Brad should know that sans-a-belts went out in the early 80's.


----------



## chocolategoddes (Feb 24, 2008)

The good thing is even though they have a whole bunch of kids, they all seem to be undercontrol and normal. i don't see them becoming bratty rich kids. good job brangelina!


----------



## yummy411 (Feb 24, 2008)

thanks for sharing!


----------



## lipstickandhate (Feb 25, 2008)

I don't really care for either of them. 

I've never really liked Angelina- I don't think she's a particularly good actress and I've always been put off by her "I'm so wild and crazy and dark" facade. But when she started doing a lot of charity work, I thought, hmm maybe she's not so bad- then she comes out as a homewrecker who gets pregnant before the ink is dry on Brad's divorce papers and I think, hmm maybe I was right the first time. But still, I don't know these people so it doesn't really matter to me.

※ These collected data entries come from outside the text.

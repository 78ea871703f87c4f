// pcasweep/solve/randomized.cpp — the randomized solver: its settings checked, its test matrices, its
// orthonormalisation, and the choice between its two schemes (randomized_detail.hpp).
#include "solve/randomized.hpp"

#include <Eigen/Cholesky>
#include <Eigen/QR>
#include <algorithm>
#include <cmath>
#include <limits>
#include <numbers>

#include "core/error.hpp"
#include "core/random.hpp"
#include "solve/randomized_detail.hpp"

namespace pcasweep {

namespace {

// Uniform in (0, 1): the top 53 bits, shifted off zero by half a step.
double open_unit(std::uint64_t bits) { return (double(bits >> 11) + 0.5) * 0x1.0p-53; }

}  // namespace

Eigen::MatrixXd gaussian_matrix(Eigen::Index rows, Eigen::Index cols, std::uint64_t seed) {
  Eigen::MatrixXd g(rows, cols);
  const std::uint64_t key = splitmix64(seed ^ 0x5eed5eed5eed5eedULL);
  const std::int64_t total = std::int64_t(rows) * cols;
  const std::int64_t pairs = (total + 1) / 2;
  double* out = g.data();
#pragma omp parallel for schedule(static)
  for (std::int64_t pair = 0; pair < pairs; ++pair) {
    // Box–Muller (1958): two independent normals from two uniforms.
    const std::uint64_t a = splitmix64(key ^ splitmix64(2 * std::uint64_t(pair)));
    const std::uint64_t b = splitmix64(key ^ splitmix64(2 * std::uint64_t(pair) + 1));
    const double radius = std::sqrt(-2.0 * std::log(open_unit(a)));
    const double angle = 2.0 * std::numbers::pi * open_unit(b);
    out[2 * pair] = radius * std::cos(angle);
    if (2 * pair + 1 < total) out[2 * pair + 1] = radius * std::sin(angle);
  }
  return g;
}

Eigen::MatrixXd orthonormalize_householder(Eigen::MatrixXd& M) {
  const Eigen::Index m = M.rows(), l = M.cols();
  Eigen::HouseholderQR<Eigen::MatrixXd> qr(M);
  Eigen::MatrixXd r = qr.matrixQR().topRows(l).triangularView<Eigen::Upper>();
  M = qr.householderQ() * Eigen::MatrixXd::Identity(m, l);
  return r;
}

namespace {

// One round of CholeskyQR: Gram matrix G = BᵀB (l×l), its Cholesky factor R,
// then B ← B·R⁻¹. Returns false (B untouched) when max|G − I| over the lower
// triangle is not below `max_off_identity`, when G is not positive definite,
// or when R's diagonal spreads over more than 1e5 (a lower bound on cond(B)).
bool cholesky_round(Eigen::MatrixXd& block, Eigen::MatrixXd& r, double max_off_identity) {
  const Eigen::Index l = block.cols();
  Eigen::MatrixXd gram = Eigen::MatrixXd::Zero(l, l);
  gram.selfadjointView<Eigen::Lower>().rankUpdate(block.transpose());
  const Eigen::MatrixXd off = (gram - Eigen::MatrixXd::Identity(l, l)).triangularView<Eigen::Lower>();
  if (!(off.cwiseAbs().maxCoeff() < max_off_identity)) return false;
  Eigen::LLT<Eigen::MatrixXd> llt(gram);
  if (llt.info() != Eigen::Success) return false;
  r = llt.matrixU();
  const Eigen::VectorXd diag = r.diagonal().cwiseAbs();
  if (!(diag.minCoeff() > 1e-5 * diag.maxCoeff())) return false;
  r.triangularView<Eigen::Upper>().solveInPlace<Eigen::OnTheRight>(block);
  return true;
}

}  // namespace

Eigen::MatrixXd orthonormalize(Eigen::MatrixXd& M, bool* fell_back) {
  // CholeskyQR2 (Fukaya, Nakatsukasa, Yanagisawa & Yamamoto, 2014): two
  // rounds of Gram → Cholesky → triangular solve. It is stable while
  // cond(M) stays well below u^(-1/2) ≈ 1e8; we fall back to Householder QR
  // when a factor's diagonal spread (a lower bound on cond) exceeds 1e5 or
  // the second Gram matrix is visibly not the identity.
  Eigen::MatrixXd first = M, r1, r2;
  const bool ok = cholesky_round(first, r1, std::numeric_limits<double>::infinity()) && cholesky_round(first, r2, 0.1);
  if (fell_back) *fell_back = !ok;
  if (!ok) return orthonormalize_householder(M);
  M = std::move(first);
  return (r2 * r1).triangularView<Eigen::Upper>();
}

namespace {

// n×d data: throws Error(data) for n < 2, Error(usage) for a rank outside
// 1..min(n, d), a negative oversample or power_iterations below −1.
void check_settings(Eigen::Index n, Eigen::Index d, const RandomizedSettings& settings) {
  if (n < 2) throw data_error("need at least 2 observations to estimate a covariance, got " + std::to_string(n));
  const Eigen::Index k = settings.rank, smallest = std::min(n, d);
  if (k < 1 || k > smallest) {
    throw usage_error("randomized solver: rank " + std::to_string(k) + " is outside 1.." + std::to_string(smallest) +
                      " (min(N, d) with N = " + std::to_string(n) + " observations, d = " + std::to_string(d) +
                      " variables)");
  }
  if (settings.oversample < 0) throw usage_error("--oversample must be 0 or more");
  if (settings.power_iterations < -1) throw usage_error("--power-iters must be 0 or more (or -1 for adaptive)");
}

// What every scheme shares: the mean, N, the per-variable variances and their
// exact total, straight from the operator (none of it sampled).
Solution start_solution(const CenteredOperator& op) {
  const double denom = double(op.rows() - 1);
  Solution out;
  Basis& basis = out.basis;
  basis.mean = op.mean();
  basis.observation_count = op.rows();
  basis.variable_variances = op.column_sums_of_squares() / denom;
  basis.total_variance = basis.variable_variances.sum();
  return out;
}

}  // namespace

Solution solve_randomized(const CenteredOperator& op, const RandomizedSettings& settings) {
  check_settings(op.rows(), op.cols(), settings);
  const Eigen::Index k = settings.rank, smallest = std::min(op.rows(), op.cols());
  const Eigen::Index l = std::min<Eigen::Index>(k + settings.oversample, smallest);
  Solution out = start_solution(op);
  const double frobenius2 = out.basis.total_variance * double(op.rows() - 1);  // ‖A_c‖²_F
  if (settings.power_iterations >= 0) {
    detail::subspace_iteration(op, k, l, settings.power_iterations, settings.seed, frobenius2, out);
  } else if (l == smallest) {
    detail::subspace_iteration(op, k, l, 0, settings.seed, frobenius2, out);  // two passes are exact
  } else {
    detail::block_krylov(op, k, l, settings, frobenius2, out);
  }
  out.report.solver = "randomized";
  out.report.sample_size = l;
  out.report.oversample = int(l - k);
  out.report.seed = settings.seed;
  return out;
}

}  // namespace pcasweep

When she and Brad used the entire soveriegn nation of Namibia as their own personal fiefdom to avoid photogs and attempted to dictate who came in and out of the country and why, I began to seriously dislike her. How patronizing and how tacky.

Then she did that interview when she talked about JA in such a holier-than-thou way. I don't know- she just strikes me as smug and cold.

Brad is what Brad is. An aging, horny has-been heart throb.

Its great they're having so many kids though. It will make for endless tell-all books in the years to come!


----------



## BeautyPsycho (Feb 25, 2008)

I wonder if Brad's using MAC foundation...


----------



## *Stargazer* (Feb 25, 2008)

Quote:

   Originally Posted by *lipstickandhate* 

 
_I don't really care for either of them. 

I've never really liked Angelina- I don't think she's a particularly good actress and I've always been put off by her "I'm so wild and crazy and dark" facade. But when she started doing a lot of charity work, I thought, hmm maybe she's not so bad- then she comes out as a homewrecker who gets pregnant before the ink is dry on Brad's divorce papers and I think, hmm maybe I was right the first time. But still, I don't know these people so it doesn't really matter to me.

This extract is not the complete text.